Endocrine Abstracts

Introduction

Leydig cell tumors are rare entities, representing less 0.1% of all ovarian tumors. Generally these tumors are benign and unilateral. Most originate from the hilus cells and, less frequently, from the ovarian cortical stroma. Leydig cell tumors are functioning tumors, frequently associated with virilization symptoms in post-menopausal women.

Case report

We report the case of a 77 year-old female patient, caucasian, with personal history of autoimmune hepatitis, type 2 diabetes, dyslipidemia and Hashimoto thyroiditis. The patient had a history of 4 pregnancies, with no complications, and menopause at 42 years old with no hormone replacement therapy. The patient presented with a 4 years history of virilization symptoms, namely hirsutism (Ferriman Gallwey Score 11). The blood analysis showed a total testosterone 290 ng/dl (RV < 41), free testosterone 5.60 ng/ml (RV 0.10–4.70), delta-4 androstenedione 2.9 ng/ml (RV 0.4–3.7), 17-hydroxyprogesterone 1.80 ng/ml, dehydroepiandrosterone sulfate 72 mg/dl (VR 26–460). A transvaginal ultrasound was ordered, which showed enlarged ovaries when adjusted to age, but with normal echostructure and no other findings. A pelvic magnetic resonance imaging exam was performed, revealing only a 16 mm uterine nodule, in favor of a submucous leiomyoma.
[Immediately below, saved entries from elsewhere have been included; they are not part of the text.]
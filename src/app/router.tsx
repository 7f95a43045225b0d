import type { ComponentType } from 'react';
import { createBrowserRouter, redirect, type LoaderFunctionArgs, type RouteObject } from 'react-router-dom';
import { registerNames, type RegisterName } from '../../shared/schemas/registers';
import { Loading } from '../components/progress-text';
import { queryClient } from '../lib/query-client';
import { sessionQuery } from '../lib/session';
import { homeOf } from './places';
import { RouteError } from './route-error';
import { SignedInFrame } from './signed-in-frame';
import { VisitorFrame } from './visitor-frame';

/** One page of the product, fetched when it is first visited. */
function page<Name extends string>(load: () => Promise<Record<Name, ComponentType>>, name: Name): Pick<RouteObject, 'lazy'> {
  return { lazy: async () => ({ Component: (await load())[name] }) };
}

/** List and entry of one register: five registers, one pair of pages. */
function registerPlaces(register: RegisterName): RouteObject[] {
  return [
    {
      path: register,
      lazy: async () => {
        const { RegisterListPage } = await import('../features/registers/routes/register-list-page');
        return { Component: () => <RegisterListPage key={register} register={register} /> };
      },
    },
    {
      path: `${register}/:itemId`,
      lazy: async () => {
        const { RegisterItemPage } = await import('../features/registers/routes/register-item-page');
        return { Component: () => <RegisterItemPage key={register} register={register} /> };
      },
    },
  ];
}

/** Sends visitors to the sign-in page, and back afterwards; people without incidents go to the first place that is theirs. */
async function requirePerson({ request }: LoaderFunctionArgs) {
  const { person } = await queryClient.ensureQueryData(sessionQuery);
  const { pathname, search } = new URL(request.url);
  if (!person) return redirect(pathname === '/' ? '/sign-in' : `/sign-in?next=${encodeURIComponent(pathname + search)}`);
  if (pathname === '/' && homeOf(person.roles) !== '/') return redirect(homeOf(person.roles));
  return null;
}

const places: RouteObject[] = [
  { index: true, ...page(() => import('../features/incidents/routes/watch-page'), 'WatchPage') },
  { path: 'incidents', ...page(() => import('../features/incidents/routes/incident-list-page'), 'IncidentListPage') },
  { path: 'incidents/:incidentId', ...page(() => import('../features/incidents/routes/incident-page'), 'IncidentPage') },
  { path: 'scenarios/:scenarioId', handle: { isFullBleed: true }, ...page(() => import('../features/chart/routes/chart-page'), 'ChartPage') },
  ...registerNames.flatMap(registerPlaces),
  { path: 'office/people', ...page(() => import('../features/office/routes/people-page'), 'PeoplePage') },
  { path: 'office/outbox', ...page(() => import('../features/office/routes/outbox-page'), 'OutboxPage') },
  { path: 'office/audit', ...page(() => import('../features/office/routes/audit-page'), 'AuditPage') },
  { path: 'account', ...page(() => import('../features/account/routes/account-page'), 'AccountPage') },
];

const visitorPages: RouteObject[] = [
  { path: 'sign-in', ...page(() => import('../features/account/routes/sign-in-page'), 'SignInPage') },
  { path: 'forgotten-password', ...page(() => import('../features/account/routes/forgotten-password-page'), 'ForgottenPasswordPage') },
  { path: 'set-password/:token', ...page(() => import('../features/account/routes/set-password-page'), 'SetPasswordPage') },
];

export const router = createBrowserRouter([
  {
    HydrateFallback: () => <Loading what="the page" />,
    ErrorBoundary: RouteError,
    children: [
      { Component: VisitorFrame, children: [{ ErrorBoundary: RouteError, children: visitorPages }] },
      {
        id: 'signed-in',
        Component: SignedInFrame,
        loader: requirePerson,
        children: [{ ErrorBoundary: RouteError, children: [...places, { path: '*', ...page(() => import('./not-found-page'), 'NotFoundPage') }] }],
      },
    ],
  },
]);
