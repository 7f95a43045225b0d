import type { RegisterData, RegisterItem, RegisterName } from '../../../../shared/schemas/registers';
import { formatEntered } from '../../../../shared/format';
import { kindWords, wordOf } from './register-words';
import { placeText, type WaterItem } from './place';

const counted = (n: number, one: string, many = `${one}s`): string => `${n} ${n === 1 ? one : many}`;
const joined = (...parts: (string | false | null)[]): string => parts.filter(Boolean).join('; ');

type Facts<R extends RegisterName> = (data: RegisterData[R], waters: readonly WaterItem[]) => string;

/** What a register says of an entry in one line. */
const factsOf: { [R in RegisterName]: Facts<R> } = {
  waters: (data) =>
    data.kind === 'river'
      ? joined('River', counted(data.reaches.length, 'reach', 'reaches'), `flows ${data.flowNames.join(', ')}`)
      : joined(wordOf(kindWords, data.kind), `${formatEntered(data.depthM)} m deep`, data.currents.length > 0 && counted(data.currents.length, 'state of the current', 'states of the current')),
  receptors: (data, waters) => joined(wordOf(kindWords, data.kind), placeText(data, waters), data.closingMinutes !== null && `closes in ${formatEntered(data.closingMinutes)} min`, data.storageHours !== null && `${formatEntered(data.storageHours)} h storage`),
  sources: (data, waters) => joined(wordOf(kindWords, data.kind), placeText(data, waters), data.holdings.length > 0 && counted(data.holdings.length, 'substance')),
  substances: (data) => joined(data.cas !== '' && `CAS ${data.cas}`, data.measure === 'count' ? 'counted' : 'weighed', data.basis !== '' && data.basis, counted(data.publishedValues.length, 'published value')),
  stations: (data, waters) => joined(wordOf(kindWords, data.kind), placeText(data, waters)),
};

export const entryFacts = <R extends RegisterName>(item: RegisterItem<R>, waters: readonly WaterItem[]): string => factsOf[item.register](item.data, waters);
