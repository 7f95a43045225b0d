/** Names of fields as the forms say them, by their last key. */
const fieldWords: Record<string, string> = {
  code: 'code', name: 'name', ownerName: 'owner', lastCheckedOn: 'last checked', isArchived: 'archived',
  kind: 'kind', position: 'position', waterId: 'water', channel: 'place on the river', reachId: 'reach', chainageKm: 'chainage (km)', bank: 'bank',
  depthsM: 'draw-off depths (m)', closingMinutes: 'time to close (min)', storageHours: 'storage (h)', peopleServed: 'people served', contact: 'contact', phone: 'phone', email: 'e-mail',
  actionValues: 'action value', substanceId: 'substance', value: 'value', unit: 'unit', basis: 'basis', averagingMinutes: 'averaging (min)', averaging: 'averaging', source: 'source', note: 'note',
  drainPath: 'way to the water', operator: 'operator', holdings: 'holding', largestCredible: 'largest credible quantity', strengthNote: 'strength',
  otherNames: 'other names', cas: 'CAS number', unNumber: 'UN number', measure: 'measure', form: 'form', activeFraction: 'active fraction (kg/kg)', productDensityKgM3: 'product density (kg/m³)', solubilityKgM3: 'solubility (kg/m³)',
  loss: 'loss', ratePerS: 'rate (1/s)', dayRatePerS: 'rate by day (1/s)', nightRatePerS: 'rate by night (1/s)', sunriseHour: 'sunrise (h)', sunsetHour: 'sunset (h)', hazards: 'hazards', publishedValues: 'published value', use: 'use', sheetSource: 'source of the properties',
  access: 'access', chainageOrigin: 'chainage origin', flowNames: 'named flows', reaches: 'reach', chainagePrefix: 'chainage letters', centreline: 'centreline', downstreamReachId: 'flows into', joinsOnBank: 'joins on', slope: 'slope (m/m)', manningN: 'Manning n', hydraulics: 'flow row', flowName: 'flow', exceededPercent: 'exceeded (%)',
  dischargeM3s: 'discharge (m³/s)', widthM: 'width (m)', depthM: 'depth (m)', velocityMps: 'velocity (m/s)', dispersionM2s: 'dispersion along (m²/s)', transverseM2s: 'mixing across (m²/s)', coefficientNote: 'note on coefficients', calibrated: 'calibrated', tidal: 'tidal',
  area: 'outline', mixingDepthM: 'mixing depth (m)', currents: 'state of the current', parts: 'part', tide: 'tide', mixing: 'mixing', alongM2s: 'mixing along (m²/s)', acrossM2s: 'mixing across (m²/s)', turnsWithCurrent: 'turns with the current', axisTowardDeg: 'axis toward (°)', varianceFactor: 'variance factor',
  speedMps: 'speed (m/s)', towardDeg: 'toward (°)', majorMps: 'strongest (m/s)', minorMps: 'minor axis (m/s)', floodTowardDeg: 'flood toward (°)', periodS: 'period (s)', maxFloodS: 'strongest flood after T0 (s)', windSpeedMps: 'wind (m/s)', windFromDeg: 'wind from (°)', driftFraction: 'drift fraction', turnDeg: 'turn (°)',
};

/** A path in plain words: data.reaches.0.hydraulics.1.depthM is "reach 1, flow row 2, depth (m)". */
export function pathWords(path: string): string {
  const words: string[] = [];
  for (const key of path.split('.')) {
    if (key === 'data') continue;
    if (/^\d+$/.test(key) && words.length > 0) words[words.length - 1] += ` ${Number(key) + 1}`;
    else words.push(fieldWords[key] ?? key);
  }
  const text = words.join(', ');
  return text.charAt(0).toUpperCase() + text.slice(1);
}
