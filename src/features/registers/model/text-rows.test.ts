import { describe, expect, it } from 'vitest';
import { readCentreline, readFigures, readNames, readRings, writeCentreline, writeRings } from './text-rows';

describe('a centreline as text', () => {
  it('comes back as it was written', () => {
    const line: [number, number, number][] = [[-116.66, -44.415, 54], [-116.73, -44.43, 48.2]];
    expect(readCentreline(writeCentreline(line))).toEqual({ rows: line, problem: null });
  });

  it('takes spaces, tabs and semicolons from a spreadsheet', () => {
    expect(readCentreline('-116.66\t-44.415\t54\n-116.73; -44.43; 48.2').rows).toEqual([[-116.66, -44.415, 54], [-116.73, -44.43, 48.2]]);
  });

  it('names the line that cannot be read and lets nothing pass for a figure', () => {
    const { rows, problem } = readCentreline('-116.66, -44.415, 54\n-116.7, west, 48');
    expect(problem).toBe('Line 2: "west" is not a number. Write longitude, latitude, km with decimal points');
    expect(rows[1]![1]).toBeNaN();
  });

  it('refuses decimal commas, which would make six figures of three', () => {
    expect(readCentreline('-116,66 -44,415 54,0').problem).toContain('Line 1 has 6 figures');
  });
});

describe('an outline as text', () => {
  const ring: [number, number][] = [[0, 0], [1, 0], [1, 1], [0, 0]];

  it('keeps islands apart by an empty line', () => {
    expect(readRings(writeRings([ring, ring]))).toEqual({ rows: [ring, ring], problem: null });
  });

  it('is closed when its end was left open', () => {
    expect(readRings('0, 0\n1, 0\n1, 1').rows).toEqual([ring]);
  });

  it('can be pasted as GeoJSON', () => {
    expect(readRings(JSON.stringify({ type: 'FeatureCollection', features: [{ type: 'Feature', geometry: { type: 'Polygon', coordinates: [ring] } }] })).rows).toEqual([ring]);
  });

  it('says what it got when the GeoJSON is no polygon or is cut off', () => {
    expect(readRings('{"type":"LineString","coordinates":[[0,0]]}').problem).toContain('holds a LineString');
    expect(readRings('{"type":"Poly').problem).toContain('cannot be read');
  });
});

describe('short lists as text', () => {
  it('take names between commas', () => {
    expect(readNames(' Q50, Q95 ,,Q10').rows).toEqual(['Q50', 'Q95', 'Q10']);
  });

  it('take figures between semicolons, with decimal commas', () => {
    expect(readFigures('3; 9,5; 15')).toEqual({ rows: [3, 9.5, 15], problem: null });
    expect(readFigures('3; deep').problem).toContain('"deep" is not a number');
  });
});
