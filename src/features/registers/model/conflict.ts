import { changesBetween } from '../../../../shared/register-changes';
import type { RegisterChange } from '../../../../shared/schemas/registers';
import type { EntryValues } from './empty-entry';

/** One part of an entry that somebody else has changed while it was being edited here. */
export type ConflictPart = { path: string; theirs: RegisterChange[]; mine: RegisterChange[] };

export const valueAt = (values: unknown, path: string): unknown => path.split('.').reduce<unknown>((at, key) => (typeof at === 'object' && at !== null ? (at as Record<string, unknown>)[key] : undefined), values);

const lengthAt = (values: unknown, path: string): number => {
  const value = valueAt(values, path);
  return Array.isArray(value) ? value.length : -1;
};

/** Parts are taken whole: a field, a table, or a reach while no reach came or went. */
function partOf(path: string, versions: readonly EntryValues[]): string {
  const keys = path.split('.');
  const lengths = new Set(versions.map((values) => lengthAt(values, 'data.reaches')));
  if (keys[1] === 'reaches' && keys.length > 2 && lengths.size === 1) return keys.slice(0, 3).join('.');
  return keys.slice(0, keys[0] === 'data' ? 2 : 1).join('.');
}

const isContent = ({ path }: RegisterChange): boolean => path !== 'reason';

/** What they changed since the version this edit began with, beside what was changed here in the same part. */
export function conflictParts(base: EntryValues, theirs: EntryValues, mine: EntryValues): ConflictPart[] {
  const versions = [base, theirs, mine];
  const parts = new Map<string, ConflictPart>();
  for (const change of changesBetween(base, theirs).filter(isContent)) {
    const path = partOf(change.path, versions);
    const part = parts.get(path) ?? { path, theirs: [], mine: [] };
    part.theirs.push(change);
    parts.set(path, part);
  }
  for (const change of changesBetween(base, mine).filter(isContent)) parts.get(partOf(change.path, versions))?.mine.push(change);
  return [...parts.values()];
}
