import { describe, expect, it } from 'vitest';
import { homeOf, incidentPlaces, isAt, officePlaces, openTo } from './places';

describe('places', () => {
  it('begin with the Watch for those who may see incidents, and elsewhere for an administrator', () => {
    expect(homeOf(['planner'])).toBe('/');
    expect(homeOf(['coordinator'])).toBe('/');
    expect(homeOf(['administrator'])).toBe('/office/people');
    expect(homeOf(['administrator', 'engineer'])).toBe('/');
  });

  it('are shown only to those who may use them', () => {
    expect(openTo(officePlaces, ['planner'])).toEqual([]);
    expect(openTo(officePlaces, ['supervisor']).map(({ label }) => label)).toEqual(['People', 'Audit trail']);
  });

  it('hold what stands below them, and the Watch holds only itself', () => {
    const [watch, incidents] = incidentPlaces;
    expect(isAt(watch!, '/incidents')).toBe(false);
    expect(isAt(incidents!, '/incidents/i1')).toBe(true);
    expect(isAt(incidents!, '/incidents-of-old')).toBe(false);
  });
});
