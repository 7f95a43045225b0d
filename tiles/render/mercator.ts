/** Web Mercator: the whole world is the square 0..1 by 0..1, y downwards (spherical, EPSG:3857). */
export const TILE_PX = 256;
export const MAX_LATITUDE = 85.0511287798066;

export const mercatorX = (lon: number): number => (lon + 180) / 360;
export function mercatorY(lat: number): number {
  const clamped = Math.max(-MAX_LATITUDE, Math.min(MAX_LATITUDE, lat));
  return 0.5 - Math.log(Math.tan(Math.PI / 4 + (clamped * Math.PI) / 360)) / (2 * Math.PI);
}
export const latitudeOf = (y: number): number => (Math.atan(Math.sinh(Math.PI * (1 - 2 * y))) * 180) / Math.PI;

/** Ground metres in one screen pixel at a latitude and zoom. */
export const metresPerPx = (latDeg: number, zoom: number): number => (40_075_016.686 * Math.cos((latDeg * Math.PI) / 180)) / (TILE_PX * 2 ** zoom);

export type Box = { minX: number; minY: number; maxX: number; maxY: number };
export const overlaps = (a: Box, b: Box): boolean => a.minX < b.maxX && a.maxX > b.minX && a.minY < b.maxY && a.maxY > b.minY;
export function boxOf(flat: ArrayLike<number>): Box {
  const box = { minX: Infinity, minY: Infinity, maxX: -Infinity, maxY: -Infinity };
  for (let i = 0; i < flat.length; i += 2) {
    box.minX = Math.min(box.minX, flat[i]!);
    box.maxX = Math.max(box.maxX, flat[i]!);
    box.minY = Math.min(box.minY, flat[i + 1]!);
    box.maxY = Math.max(box.maxY, flat[i + 1]!);
  }
  return box;
}

/** Range of tiles (inclusive) that cover a lon/lat box at a zoom. */
export function tileRange([west, south, east, north]: readonly [number, number, number, number], zoom: number) {
  const n = 2 ** zoom;
  const cell = (v: number) => Math.max(0, Math.min(n - 1, Math.floor(v * n)));
  return { x0: cell(mercatorX(west)), x1: cell(mercatorX(east)), y0: cell(mercatorY(north)), y1: cell(mercatorY(south)) };
}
After excluding adrenal causes of virilization, it was decided to underwent laparoscopic bilateral oophorectomy and hysterectomy. The histopathology revealed a 8 mm ovary tumor, with foci of luteinized cells, and reinke crystals, positive for inhibin and calretinin and negative for estrogen and progesterone receptors, findings that supported the diagnosis of nonhilar Leydig cell tumor. Following the surgery, the testosterone and free testosterone levels returned to normal. It is important to point out that a patient’s sister presented with the same symptoms and blood analysis findings around the same age as our patient, but she refused further medical investigation.

Discussion

Accurate diagnosis of virilizing tumors of the ovary is often challenging, due to the fact these tumors might be too small to be detected in imaging exams. In this case, after excluding adrenal production of androgens, the main diagnostic hypothesis was a virilizing tumor of the ovary. For this reason the favored approach was surgery. The histopathological result confirmed the hypothesis and the patient symptoms and abnormal laboratory findings resolved. Since the patient’s sister had the same symptoms in the same age group, we suspect the existence of a possible familial genetic syndrome. However no genetic investigation was completed for cost-effectiveness reasons.